Prompt: Look over the entries that follow and work out how many lines contain "unit". State the number only.

Material shown:
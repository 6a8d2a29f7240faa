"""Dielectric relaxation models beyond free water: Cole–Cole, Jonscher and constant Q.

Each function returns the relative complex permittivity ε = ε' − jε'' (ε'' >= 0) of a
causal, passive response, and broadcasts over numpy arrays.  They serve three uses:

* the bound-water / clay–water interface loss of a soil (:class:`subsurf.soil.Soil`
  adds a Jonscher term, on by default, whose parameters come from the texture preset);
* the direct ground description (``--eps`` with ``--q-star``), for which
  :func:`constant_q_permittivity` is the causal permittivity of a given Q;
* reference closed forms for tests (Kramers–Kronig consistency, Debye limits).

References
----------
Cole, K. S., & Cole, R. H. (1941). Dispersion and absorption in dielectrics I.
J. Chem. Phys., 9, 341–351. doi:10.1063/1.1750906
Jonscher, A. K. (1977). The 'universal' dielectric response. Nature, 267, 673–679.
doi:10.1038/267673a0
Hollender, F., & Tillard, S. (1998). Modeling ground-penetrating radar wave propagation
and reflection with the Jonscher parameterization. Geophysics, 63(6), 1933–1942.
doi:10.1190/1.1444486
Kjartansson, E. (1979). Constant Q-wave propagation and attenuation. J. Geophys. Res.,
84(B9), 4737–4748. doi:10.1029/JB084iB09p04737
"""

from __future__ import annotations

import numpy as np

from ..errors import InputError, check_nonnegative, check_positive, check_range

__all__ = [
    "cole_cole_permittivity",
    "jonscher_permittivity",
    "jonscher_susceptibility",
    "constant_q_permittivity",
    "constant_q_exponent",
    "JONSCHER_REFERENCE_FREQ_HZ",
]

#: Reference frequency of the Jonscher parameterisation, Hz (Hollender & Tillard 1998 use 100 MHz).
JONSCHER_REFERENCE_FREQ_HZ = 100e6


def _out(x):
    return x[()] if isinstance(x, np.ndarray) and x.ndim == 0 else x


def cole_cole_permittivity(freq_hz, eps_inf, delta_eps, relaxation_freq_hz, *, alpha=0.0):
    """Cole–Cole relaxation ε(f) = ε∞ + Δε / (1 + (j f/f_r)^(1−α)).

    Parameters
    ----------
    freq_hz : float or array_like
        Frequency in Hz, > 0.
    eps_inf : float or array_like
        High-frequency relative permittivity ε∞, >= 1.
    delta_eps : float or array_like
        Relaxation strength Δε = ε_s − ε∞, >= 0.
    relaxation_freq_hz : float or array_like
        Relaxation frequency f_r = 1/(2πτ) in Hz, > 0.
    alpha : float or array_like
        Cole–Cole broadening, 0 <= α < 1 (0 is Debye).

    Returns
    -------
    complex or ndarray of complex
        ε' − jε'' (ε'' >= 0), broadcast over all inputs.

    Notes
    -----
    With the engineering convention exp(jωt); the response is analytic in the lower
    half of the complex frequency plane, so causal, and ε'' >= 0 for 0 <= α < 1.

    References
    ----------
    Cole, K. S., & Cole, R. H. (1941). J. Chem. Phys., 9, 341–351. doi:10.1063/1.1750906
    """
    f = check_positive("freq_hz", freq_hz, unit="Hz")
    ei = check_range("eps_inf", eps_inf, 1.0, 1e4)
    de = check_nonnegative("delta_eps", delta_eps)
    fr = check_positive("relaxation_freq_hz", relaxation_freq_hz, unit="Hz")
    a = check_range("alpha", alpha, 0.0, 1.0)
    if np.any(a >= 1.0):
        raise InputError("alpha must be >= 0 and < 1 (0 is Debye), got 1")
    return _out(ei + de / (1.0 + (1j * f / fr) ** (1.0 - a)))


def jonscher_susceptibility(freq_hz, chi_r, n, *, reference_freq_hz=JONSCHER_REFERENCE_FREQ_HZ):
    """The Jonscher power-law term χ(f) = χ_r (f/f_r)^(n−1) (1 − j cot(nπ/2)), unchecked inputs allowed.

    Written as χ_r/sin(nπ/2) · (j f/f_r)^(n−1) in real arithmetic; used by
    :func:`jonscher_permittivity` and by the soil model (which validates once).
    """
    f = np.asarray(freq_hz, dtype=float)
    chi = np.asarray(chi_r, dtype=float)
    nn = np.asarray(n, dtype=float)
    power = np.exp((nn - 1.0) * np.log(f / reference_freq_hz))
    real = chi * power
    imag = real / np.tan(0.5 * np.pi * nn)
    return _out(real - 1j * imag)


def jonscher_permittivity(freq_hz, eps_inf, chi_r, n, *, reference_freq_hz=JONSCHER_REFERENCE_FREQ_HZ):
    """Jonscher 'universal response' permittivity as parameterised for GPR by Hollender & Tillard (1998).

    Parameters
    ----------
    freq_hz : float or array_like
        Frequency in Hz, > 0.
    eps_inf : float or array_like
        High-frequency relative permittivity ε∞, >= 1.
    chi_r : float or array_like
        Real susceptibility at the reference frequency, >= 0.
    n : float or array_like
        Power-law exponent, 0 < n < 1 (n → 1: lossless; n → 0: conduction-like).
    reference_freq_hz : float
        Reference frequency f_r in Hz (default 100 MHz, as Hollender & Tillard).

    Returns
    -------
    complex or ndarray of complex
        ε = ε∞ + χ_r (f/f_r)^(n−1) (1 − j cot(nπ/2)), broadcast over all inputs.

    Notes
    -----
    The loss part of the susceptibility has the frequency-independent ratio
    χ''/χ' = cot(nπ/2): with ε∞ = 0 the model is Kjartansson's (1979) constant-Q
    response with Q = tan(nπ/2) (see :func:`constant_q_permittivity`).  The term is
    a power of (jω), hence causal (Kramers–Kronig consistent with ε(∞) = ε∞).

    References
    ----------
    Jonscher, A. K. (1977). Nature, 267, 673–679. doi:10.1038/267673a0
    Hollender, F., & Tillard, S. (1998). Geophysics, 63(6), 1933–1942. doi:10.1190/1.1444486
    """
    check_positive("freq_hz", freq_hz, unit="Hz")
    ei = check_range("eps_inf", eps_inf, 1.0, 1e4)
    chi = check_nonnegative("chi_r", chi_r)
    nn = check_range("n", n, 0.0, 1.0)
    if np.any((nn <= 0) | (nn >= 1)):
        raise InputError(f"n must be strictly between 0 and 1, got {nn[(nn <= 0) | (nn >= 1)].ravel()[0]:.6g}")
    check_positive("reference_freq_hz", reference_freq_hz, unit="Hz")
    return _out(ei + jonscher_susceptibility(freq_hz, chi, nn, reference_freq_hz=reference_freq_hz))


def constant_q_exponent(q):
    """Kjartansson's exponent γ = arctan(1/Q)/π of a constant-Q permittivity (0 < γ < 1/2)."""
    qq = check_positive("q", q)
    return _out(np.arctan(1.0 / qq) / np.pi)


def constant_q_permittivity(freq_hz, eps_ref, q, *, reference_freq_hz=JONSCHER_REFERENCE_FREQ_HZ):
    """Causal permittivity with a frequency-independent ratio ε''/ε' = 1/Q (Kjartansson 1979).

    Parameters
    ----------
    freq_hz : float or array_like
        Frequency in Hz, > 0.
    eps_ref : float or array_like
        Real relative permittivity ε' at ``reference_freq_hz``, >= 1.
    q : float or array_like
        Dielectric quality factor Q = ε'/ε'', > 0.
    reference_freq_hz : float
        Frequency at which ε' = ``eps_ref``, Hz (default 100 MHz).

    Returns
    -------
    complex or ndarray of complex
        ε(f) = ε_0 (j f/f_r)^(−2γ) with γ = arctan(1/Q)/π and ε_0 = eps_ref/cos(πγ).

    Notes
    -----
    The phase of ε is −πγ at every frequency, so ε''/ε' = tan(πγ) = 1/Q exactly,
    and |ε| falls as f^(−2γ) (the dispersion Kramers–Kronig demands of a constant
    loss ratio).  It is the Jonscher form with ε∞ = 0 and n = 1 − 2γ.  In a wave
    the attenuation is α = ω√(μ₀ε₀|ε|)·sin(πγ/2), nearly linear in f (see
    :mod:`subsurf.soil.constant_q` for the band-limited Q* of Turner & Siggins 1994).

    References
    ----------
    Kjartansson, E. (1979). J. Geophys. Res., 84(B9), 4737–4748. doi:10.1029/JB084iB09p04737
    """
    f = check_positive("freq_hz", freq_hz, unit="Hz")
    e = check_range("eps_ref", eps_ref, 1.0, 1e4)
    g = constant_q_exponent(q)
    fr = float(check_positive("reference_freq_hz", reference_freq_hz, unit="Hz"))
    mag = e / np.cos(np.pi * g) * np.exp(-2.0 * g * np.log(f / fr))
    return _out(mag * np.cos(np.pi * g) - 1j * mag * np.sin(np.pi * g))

Output for this exercise: 6